(INSTRUCTIONS TO FOLLOW) Of the lines in the data below, write out exactly those from the one holding "a recipe, each" through the one holding "the whole table.", both included.

(RECORDS FOR THE EXERCISE)
/// The columns of a prepared piece that its ranks need (its plan collected: the factors and
/// both tracks).
fn rank_frame(prepared: &mut pipeline::Prepared) -> Result<DataFrame> {
    std::mem::take(&mut prepared.lf)
        .select([
            col("_rank_eligible"),
            col("year"),
            col("_unit"),
            col("value_baseline"),
            col("value_adjusted"),
        ])
        .collect()
        .map_err(Error::engine("collecting what ranks need"))
}

/// What ranks need of a piece's rows (numbered from `ord`): the entity, group and unit as
/// numbers shared by every piece, the year, the eligibility and the two values (none where the
/// row is not eligible), from its `rank_frame`, appended to `spill`.
fn rank_inputs(
    prepared: &pipeline::Prepared,
    frame: &DataFrame,
    ids: &mut TextIds,
    ord: u64,
    spill: &mut RankSpill,
) -> Result<()> {
    let engine = || Error::engine("collecting what ranks need");
    let column = |name: &str| frame.column(name).map_err(engine());
    let eligible = column("_rank_eligible")?.bool().map_err(engine())?;
    let years = column("year")?.i32().map_err(engine())?;
    let units = column("_unit")?.str().map_err(engine())?;
    let baseline = column("value_baseline")?.f64().map_err(engine())?;
    let adjusted = column("value_adjusted")?.f64().map_err(engine())?;
    let texts = &prepared.texts;
    let mut text = String::new();
    let mut number = |kind: TextKind, row: usize, ids: &mut HashMap<String, u32>| {
        text.clear();
        texts
            .push(kind, row, &mut text)
            .then(|| TextIds::id(ids, &text))
    };
    for row in 0..texts.len() {
        // Only eligibility here: the ranks themselves decide whether a baseline is required.
        let ok = eligible.get(row).unwrap_or(false);
        spill.add(&Input {
            row: ord + row as u64,
            group: number(TextKind::Group, row, &mut ids.groups),
            entity: number(TextKind::EntityCode, row, &mut ids.entities)
                .or_else(|| number(TextKind::EntityInput, row, &mut ids.entities)),
            unit: units.get(row).map(|u| TextIds::id(&mut ids.units, u)),
            year: years.get(row),
            eligible: ok,
            baseline: baseline.get(row).filter(|_| ok),
            adjusted: adjusted.get(row).filter(|_| ok),
        })?;
    }
    Ok(())
}
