/// Checks what only the merged arguments can show (such as `deflate` without a base year)
/// and points the error at the recipe key it concerns when the recipe set that key.
pub fn check_merged(loaded: &LoadedRecipe, used: &RecipeUse, args: &AdjustArgs) -> Result<()> {
    let span_of = |key: &str| {
        loaded
            .entries
            .iter()
            .find(|e| e.key.key == key && !used.overridden.iter().any(|o| o == key))
            .map(|e| e.span.clone())
    };
    let relocate = |error: Error, key: &str| match (&error, span_of(key)) {
        (Error::Usage { problem, fix }, Some(span)) => loaded.error_at(
            key,
            span,
            problem.clone(),
            format!("{fix} (in a recipe, each flag is the key of the same name with _ for -)"),
        ),
        _ => error,
    };
    crate::plan::parse_steps(&args.steps)
        .and_then(|steps| crate::plan::check_step_options(&steps, args.base_year))
        .map_err(|e| relocate(e, "steps"))?;
    let margin_key = [
        "uncertainty.moe",
        "uncertainty.ci_low",
        "uncertainty.ci_high",
    ]
    .into_iter()
    .find(|key| span_of(key).is_some())
    .unwrap_or("uncertainty");
    crate::plan::margin_spec(&args.uncertainty).map_err(|e| relocate(e, margin_key))?;
    let rounding_key = if span_of("output.decimals").is_some() {
        "output.decimals"
    } else {
        "output.sig"
    };
    crate::plan::resolve_output(&args.output).map_err(|e| relocate(e, rounding_key))?;
    Ok(())
}
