#[derive(Debug, Args, Clone)]
pub struct ColumnArgs {
    /// Column of entity names or codes (default: a header naming a country, economy, entity or ISO code).
    #[arg(long, value_name = "COL", help_heading = "Input columns")]
    pub entity: Option<String>,

    /// Column of figures in a long table.
    #[arg(long, value_name = "COL", help_heading = "Input columns")]
    pub value: Option<String>,

    /// Column of years in a long table.
    #[arg(
        long,
        value_name = "COL",
        help_heading = "Input columns",
        conflicts_with = "year_value"
    )]
    pub year: Option<String>,

    /// One year for the whole table.
    #[arg(long, value_name = "YYYY", help_heading = "Input columns")]
    pub year_value: Option<i32>,

    /// Column to rank within (item, indicator); ranks are per group and year.
    #[arg(long, value_name = "COL", help_heading = "Input columns")]
    pub group: Option<String>,

    /// Column of ISO 4217 codes, one per row.
    #[arg(
        long,
        value_name = "COL",
        help_heading = "Input columns",
        conflicts_with = "currency_code"
    )]
    pub currency: Option<String>,

    /// ISO 4217 code of every figure (for example USD). Default: each entity's own currency.
    #[arg(long, value_name = "XXX", help_heading = "Input columns")]
    pub currency_code: Option<String>,

    /// Multiply every figure first (1000 for a table in thousands, 1000000 for millions).
    #[arg(long, value_name = "N", help_heading = "Input columns")]
    pub value_multiplier: Option<String>,

    /// Treat the table as wide: one column per year (detected automatically when headers are years).
    #[arg(long, help_heading = "Input columns", conflicts_with = "long")]
    pub wide_years: bool,

    /// Treat the table as long even if some headers look like years.
    #[arg(long, help_heading = "Input columns")]
    pub long: bool,

    /// Field delimiter (default: sniffed): a character, or `tab`.
    #[arg(long, value_name = "CHAR", help_heading = "Reading")]
    pub delimiter: Option<String>,

    /// Text encoding (default: from the byte-order mark, else UTF-8, else Windows-1252).
    #[arg(long, value_enum, help_heading = "Reading")]
    pub encoding: Option<EncodingChoice>,

    /// Numbers use a decimal comma (1.234,5).
    #[arg(long, help_heading = "Reading")]
    pub decimal_comma: bool,

    /// Keep cells that are not numbers as rows flagged `unparsed` instead of stopping.
    #[arg(long, help_heading = "Reading")]
    pub lenient: bool,

    /// Spreadsheet input: the sheet to read, by name or position (from 1). Default: the first.
    #[arg(long, value_name = "NAME|INDEX", help_heading = "Reading")]
    pub sheet: Option<String>,

    /// The line (or spreadsheet row) that holds the header (default: found by structure, past
    /// title and source lines).
    #[arg(long, value_name = "N", help_heading = "Reading")]
    pub header_row: Option<usize>,

    /// Refuse inputs larger than this many megabytes (the whole table is held in memory).
    #[arg(
        long,
        default_value_t = 4096,
        value_name = "MB",
        help_heading = "Reading"
    )]
    pub max_input_mb: u64,
}

#[derive(Debug, Args, Clone, Default)]
pub struct OutputArgs {
    /// Output format (default: from the -o extension; table on a terminal, csv when piped).
    #[arg(long, value_enum, help_heading = "Output")]
    pub format: Option<Format>,

    /// Write to FILE (atomically) instead of standard output.
    #[arg(
        short = 'o',
        long = "output",
        value_name = "FILE",
        help_heading = "Output"
    )]
    pub output: Option<PathBuf>,

    /// Round numbers to N decimals (half to even) in every format, N from 0 to 20.
    #[arg(
        long,
        value_name = "N",
        help_heading = "Output",
        conflicts_with = "sig",
        value_parser = clap::value_parser!(u32).range(0..=20)
    )]
    pub decimals: Option<u32>,

    /// Round numbers to N significant digits (half to even) in every format, N from 1 to 17
    /// (a double holds 17).
    #[arg(long, value_name = "N", help_heading = "Output", value_parser = clap::value_parser!(u32).range(1..=17))]
    pub sig: Option<u32>,

    /// Do not print the run summary on stderr.
    #[arg(short, long, help_heading = "Output")]
    pub quiet: bool,

    /// Also write the methods note (Markdown) to FILE.
    #[arg(long, value_name = "FILE", help_heading = "Output")]
    pub methods: Option<PathBuf>,

    /// Also write a self-contained HTML report (table, charts, methods) to FILE.
    #[arg(long, value_name = "FILE", help_heading = "Output")]
    pub report: Option<PathBuf>,

    /// Write csv text cells that start with = + - @ as they are. By default they get a leading
    /// ' so that a spreadsheet shows them instead of running them as formulas. Command line
    /// only: a recipe cannot turn the guard off.
    #[arg(long, help_heading = "Output")]
    pub allow_formulas: bool,

    /// The columns of csv, json and Parquet output: all (every stage and factor column), core
    /// (ids, entity, year, group, value, baseline, adjusted, margins, ranks, shift, flags), or
    /// output column names separated by commas.
    #[arg(long, value_name = "SET", default_value = "all", value_parser = parse_column_set, help_heading = "Output")]
    pub write_columns: crate::model::ColumnSet,
}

(FINISHED TASK)
            format!("{fix} (in a recipe, each flag is the key of the same name with _ for -)"),
        ),
        _ => error,
    };
    crate::plan::parse_steps(&args.steps)
        .and_then(|steps| crate::plan::check_step_options(&steps, args.base_year))
        .map_err(|e| relocate(e, "steps"))?;
    let margin_key = [
        "uncertainty.moe",
        "uncertainty.ci_low",
        "uncertainty.ci_high",
    ]
    .into_iter()
    .find(|key| span_of(key).is_some())
    .unwrap_or("uncertainty");
    crate::plan::margin_spec(&args.uncertainty).map_err(|e| relocate(e, margin_key))?;
    let rounding_key = if span_of("output.decimals").is_some() {
        "output.decimals"
    } else {
        "output.sig"
    };
    crate::plan::resolve_output(&args.output).map_err(|e| relocate(e, rounding_key))?;
    Ok(())
}
#[derive(Debug, Args, Clone)]
pub struct ColumnArgs {
    /// Column of entity names or codes (default: a header naming a country, economy, entity or ISO code).
    #[arg(long, value_name = "COL", help_heading = "Input columns")]
    pub entity: Option<String>,

    /// Column of figures in a long table.
    #[arg(long, value_name = "COL", help_heading = "Input columns")]
    pub value: Option<String>,

    /// Column of years in a long table.
    #[arg(
        long,
        value_name = "COL",
        help_heading = "Input columns",
        conflicts_with = "year_value"
    )]
    pub year: Option<String>,

    /// One year for the whole table.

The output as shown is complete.